==== Entries shown
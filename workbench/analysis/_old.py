"""Analysis of a grid: metrics as labelled xarray objects, bootstrap intervals, the decision
rules and the recommendation. Pure: no printing, no files written.

Every function takes the grid Dataset (``xarray.open_dataset(".../grid.nc")``, or
:func:`open_grid`) and returns labelled xarray objects. The belief-guided settings and the
baselines are put side by side along one ``setting`` dimension (:func:`series`), so that a
metric of every campaign has the dimensions (setting, landscape, distortion, replicate).

Uncertainty comes from the bootstrap over replicates. Replicate k of every setting, baseline
and distortion shares its landscape placement and random streams (common random numbers), so
each bootstrap draw resamples the replicate index once and applies it to everything alike:
differences between settings are paired.
"""

from __future__ import annotations

import json
import math
from collections.abc import Callable, Mapping, Sequence
from dataclasses import dataclass, field
from pathlib import Path

import numpy as np
import xarray as xr

from ..seeding import generator
from ..validation import InputError, check_choice, check_number, raw
from . import metrics

__all__ = [
    "METRICS",
    "METRIC_NAMES",
    "NO_BELIEF",
    "RULES",
    "SETTING_FACTORS",
    "Recommendation",
    "Resampling",
    "Rule",
    "belief_cost",
    "bootstrap",
    "campaign_metric",
    "decision_rule",
    "effects",
    "evaluations_to_beat_mode",
    "evaluations_to_target",
    "final_normalized_regret",
    "frontier",
    "kaplan_meier",
    "kaplan_meier_median",
    "log_regret_area",
    "median_evaluations_to_target",
    "normalized_regret_at",
    "open_grid",
    "parse_weights",
    "recommend",
    "recovery",
    "regret_bands",
    "score",
    "sensitivity",
    "series",
    "speedup",
    "summarise",
    "wilson_interval",
]

GRID = "grid.nc"
NO_BELIEF = "no-belief"
RULES = ("expected", "minimax", "cvar")
METRICS = ("evaluations_to_target", "final_normalized_regret", "log_regret_area")
# What each decision metric is called in tables and figures, and its unit.
METRIC_NAMES = {
    "evaluations_to_target": ("evaluations to target", "evaluations"),
    "final_normalized_regret": ("final normalized regret", "normalized regret"),
    "log_regret_area": ("area under the log10 normalized-regret curve", "log10 regret"),
}
SETTING_FACTORS = ("strategy", "decay", "quantile", "exploration", "initial")
# The grid repeats these strategies' values across the quantile levels (see gridfile).
QUANTILE_FREE = ("prior-weighted",)
_CAMPAIGN = ("setting", "landscape", "distortion", "replicate")
_POOLED = ("landscape", "replicate")
# Survival that is ½ in exact arithmetic may come out a rounding error above it.
_HALF_TOLERANCE = 1e-9


# --------------------------------------------------------------------------- the grid


def open_grid(path: str | Path) -> xr.Dataset:
    """The grid Dataset of a results folder (or of a grid.nc path), loaded into memory.

    A missing file raises :class:`InputError` naming it.
    """
    path = Path(path)
    file = path / GRID if path.is_dir() or path.suffix != ".nc" else path
    if not file.is_file():
        raise InputError("DIR", f"a folder holding {GRID}", raw(f"no file at {file}"))
    with xr.open_dataset(file) as ds:
        return ds.load()


def _names(ds: xr.Dataset, dim: str) -> list[str]:
    return [str(v) for v in ds[dim].values]


def _varied(ds: xr.Dataset) -> list[str]:
    return [f for f in ("exploration", "initial") if ds.sizes[f] > 1]


def _label(strategy: str, decay: str, quantile: float, exploration, initial, varied) -> str:
    parts = [strategy, f"decay {decay}"]
    if not math.isnan(quantile):
        parts.append(f"quantile {quantile:g}")
    if "exploration" in varied:
        parts.append(f"exploration {exploration:g}")
    if "initial" in varied:
        parts.append(f"initial {initial}")
    return ", ".join(parts)


def _picks(ds: xr.Dataset) -> list[tuple[tuple[int, ...], dict]]:
    """Index (strategy, decay, quantile, exploration, initial) and factors of every setting
    the grid ran; a quantile-free strategy appears once, at its first quantile level."""
    ran = (
        ds["normalized_regret"]
        .notnull()
        .any(("landscape", "distortion", "replicate", "evaluation"))
        .transpose(*SETTING_FACTORS)
        .values
    )
    varied = _varied(ds)
    out, seen = [], set()
    for index in np.argwhere(ran):
        si, di, qi, ei, ii = (int(i) for i in index)
        strategy = str(ds["strategy"].values[si])
        quantile = float(ds["quantile"].values[qi])
        if strategy in QUANTILE_FREE:
            if (si, di, ei, ii) in seen:
                continue
            seen.add((si, di, ei, ii))
            quantile = math.nan
        factors = {
            "strategy": strategy,
            "decay": str(ds["decay"].values[di]),
            "quantile": quantile,
            "exploration": float(ds["exploration"].values[ei]),
            "initial": str(ds["initial"].values[ii]),
        }
        factors["label"] = _label(**{k: factors[k] for k in SETTING_FACTORS}, varied=varied)
        out.append(((si, di, qi, ei, ii), factors))
    return out


def series(ds: xr.Dataset, name: str = "normalized_regret") -> xr.DataArray:
    """A per-evaluation variable of every setting and baseline along one ``setting`` dimension.

    Dimensions (setting, landscape, distortion, replicate, evaluation). The setting label is
    the index; coordinates ``strategy``, ``decay``, ``quantile`` (NaN where it plays no part),
    ``exploration``, ``initial`` and ``kind`` ('guided' or 'baseline') describe each one.
    """
    rest = ("landscape", "distortion", "replicate", "evaluation")
    picks = _picks(ds)
    rows, coords = [], {k: [] for k in (*SETTING_FACTORS, "kind", "setting")}
    if picks:
        guided = ds[name].transpose(*SETTING_FACTORS, *rest).values
        for index, factors in picks:
            rows.append(guided[index])
            for k in SETTING_FACTORS:
                coords[k].append(factors[k])
            coords["kind"].append("guided")
            coords["setting"].append(factors["label"])
    if ds.sizes.get("baseline", 0):
        base = ds["baseline_" + name].transpose("baseline", *rest).values
        for b, label in enumerate(_names(ds, "baseline")):
            rows.append(base[b])
            coords["strategy"].append(label)
            coords["decay"].append("")
            coords["quantile"].append(math.nan)
            coords["exploration"].append(math.nan)
            coords["initial"].append("")
            coords["kind"].append("baseline")
            coords["setting"].append(label)
    data = np.stack(rows).astype(float)
    return xr.DataArray(
        data,
        dims=("setting", *rest),
        coords={
            "setting": coords["setting"],
            **{k: ("setting", coords[k]) for k in (*SETTING_FACTORS, "kind")},
            "landscape": ds["landscape"].values,
            "distortion": ds["distortion"].values,
            "replicate": ds["replicate"].values,
            "evaluation": ds["evaluation"].values,
        },
        name=name,
    )


def _guided(values: xr.DataArray) -> xr.DataArray:
    return values.isel(setting=np.flatnonzero(values["kind"].values == "guided"))


# --------------------------------------------------------------------------- metrics


def normalized_regret_at(ds: xr.Dataset, budgets: Sequence[int] | None = None) -> xr.DataArray:
    """Normalized regret after t evaluations, t in ``budgets`` (default: a quarter, half and
    all of the budget); dimensions (setting, landscape, distortion, replicate, budget)."""
    nr = series(ds)
    budget = nr.sizes["evaluation"]
    if budgets is None:
        budgets = sorted({max(1, budget // 4), max(1, budget // 2), budget})
    budgets = [check_number(b, "budgets", low=1, high=budget, integer=True) for b in budgets]
    out = nr.sel(evaluation=budgets).rename(evaluation="budget")
    return out.rename("normalized_regret_at")


def final_normalized_regret(ds: xr.Dataset) -> xr.DataArray:
    """Normalized regret after the whole budget, per campaign."""
    return series(ds).isel(evaluation=-1, drop=True).rename("final_normalized_regret")


def evaluations_to_target(ds: xr.Dataset) -> xr.Dataset:
    """First evaluation with normalized regret ≤ the grid's ``target``, censored at the budget.

    Variables ``evaluations`` (the budget where the target was not reached) and ``reached``,
    over (setting, landscape, distortion, replicate).
    """
    nr = series(ds)
    t, reached = metrics.evaluations_to_target(nr.values, float(ds.attrs["target"]))
    return _censored(nr, t, reached)


def _censored(like: xr.DataArray, t: np.ndarray, reached: np.ndarray) -> xr.Dataset:
    template = like.isel(evaluation=0, drop=True)
    return xr.Dataset(
        {
            "evaluations": template.copy(data=t),
            "reached": template.copy(data=reached),
        },
        attrs={"budget": int(like.sizes["evaluation"])},
    )


def evaluations_to_beat_mode(ds: xr.Dataset) -> xr.Dataset:
    """First evaluation whose best value is below ``mode_value`` (the value at the belief's
    mode, the expert's best guess), censored at the budget; as :func:`evaluations_to_target`."""
    best = series(ds, "best")
    beaten = (best < ds["mode_value"]).values
    reached = beaten.any(axis=-1)
    t = np.where(reached, beaten.argmax(axis=-1) + 1, best.sizes["evaluation"]).astype(float)
    return _censored(best, t, reached)


def log_regret_area(ds: xr.Dataset) -> xr.DataArray:
    """Mean over evaluations of log10 normalized regret (floored), per campaign; see
    :func:`workbench.metrics.log_regret_area`."""
    nr = series(ds)
    return nr.isel(evaluation=0, drop=True).copy(data=metrics.log_regret_area(nr.values))


def campaign_metric(ds: xr.Dataset, metric: str = "evaluations_to_target") -> xr.DataArray:
    """A decision metric per campaign (lower is better): evaluations to target (censored at
    the budget, so its mean is the restricted mean), final normalized regret, or the area
    under the log normalized-regret curve."""
    check_choice(metric, "--metric", METRICS)
    if metric == "evaluations_to_target":
        return evaluations_to_target(ds)["evaluations"].rename(metric)
    if metric == "final_normalized_regret":
        return final_normalized_regret(ds)
    return log_regret_area(ds).rename(metric)


def _no_belief(values: xr.DataArray) -> xr.DataArray:
    if NO_BELIEF not in values["setting"].values:
        raise InputError(
            "baselines", f"a grid with the {NO_BELIEF!r} baseline", raw("a grid without it")
        )
    return values.sel(setting=NO_BELIEF, drop=True)


def speedup(ds: xr.Dataset) -> xr.DataArray:
    """ett(no-belief) / ett(setting), paired by replicate (censored values at the budget);
    above 1 the belief saves evaluations."""
    ett = evaluations_to_target(ds)["evaluations"]
    return (_no_belief(ett) / ett).rename("speedup")


def belief_cost(ds: xr.Dataset, metric: str = "evaluations_to_target") -> xr.DataArray:
    """metric(setting) − metric(no-belief), paired by replicate; in evaluations for evaluations
    to target. Negative is a saving."""
    values = campaign_metric(ds, metric)
    return (values - _no_belief(values)).rename("belief_cost")


# --------------------------------------------------------------------------- reference statistics


def wilson_interval(successes, n, level: float = 0.95) -> tuple[np.ndarray, np.ndarray]:
    """Wilson score interval of a proportion k/n:
    (p + z²/2n ± z √(p(1−p)/n + z²/4n²)) / (1 + z²/n), z the normal (1+level)/2 quantile."""
    from scipy.stats import norm

    k = np.asarray(successes, dtype=float)
    n = np.asarray(n, dtype=float)
    z = norm.ppf(0.5 + level / 2)
    with np.errstate(invalid="ignore", divide="ignore"):
        p = k / n
        denom = 1 + z**2 / n
        centre = (p + z**2 / (2 * n)) / denom
        half = z / denom * np.sqrt(p * (1 - p) / n + z**2 / (4 * n**2))
    return np.clip(centre - half, 0, 1), np.clip(centre + half, 0, 1)


def kaplan_meier(times, reached) -> tuple[np.ndarray, np.ndarray]:
    """Kaplan–Meier survival S(t) = Π over event times u ≤ t of (1 − d_u / n_u), with d_u the
    events at u and n_u those still at risk (time ≥ u); returns (event times, S)."""
    t = np.asarray(times, dtype=float).ravel()
    e = np.asarray(reached, dtype=bool).ravel()
    u = np.unique(t[e])
    at_risk = (t[None, :] >= u[:, None]).sum(axis=1)
    events = ((t[None, :] == u[:, None]) & e[None, :]).sum(axis=1)
    return u, np.cumprod(1.0 - events / at_risk)


def kaplan_meier_median(times, reached) -> float:
    """Smallest event time with S(t) ≤ ½; infinite when survival stays above ½ (the median
    lies beyond the budget)."""
    u, s = kaplan_meier(times, reached)
    below = np.flatnonzero(s <= 0.5 + _HALF_TOLERANCE)
    return float(u[below[0]]) if below.size else math.inf


def _km_median(times: np.ndarray, reached: np.ndarray, budget: int) -> np.ndarray:
    """Kaplan–Meier median over the last axis for whole-number times 1 … budget, vectorised."""
    grid = np.arange(1, budget + 1, dtype=float)
    at_risk = (times[..., None, :] >= grid[:, None]).sum(axis=-1)
    events = ((times[..., None, :] == grid[:, None]) & reached[..., None, :]).sum(axis=-1)
    with np.errstate(invalid="ignore", divide="ignore"):
        factor = np.where(at_risk > 0, 1.0 - events / at_risk, 1.0)
    survival = np.cumprod(factor, axis=-1)
    below = survival <= 0.5 + _HALF_TOLERANCE
    return np.where(below.any(axis=-1), below.argmax(axis=-1) + 1.0, np.inf)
========
Exercise requirements: Answer with one number only: how many lines above contain the word "whole".

Reply: 2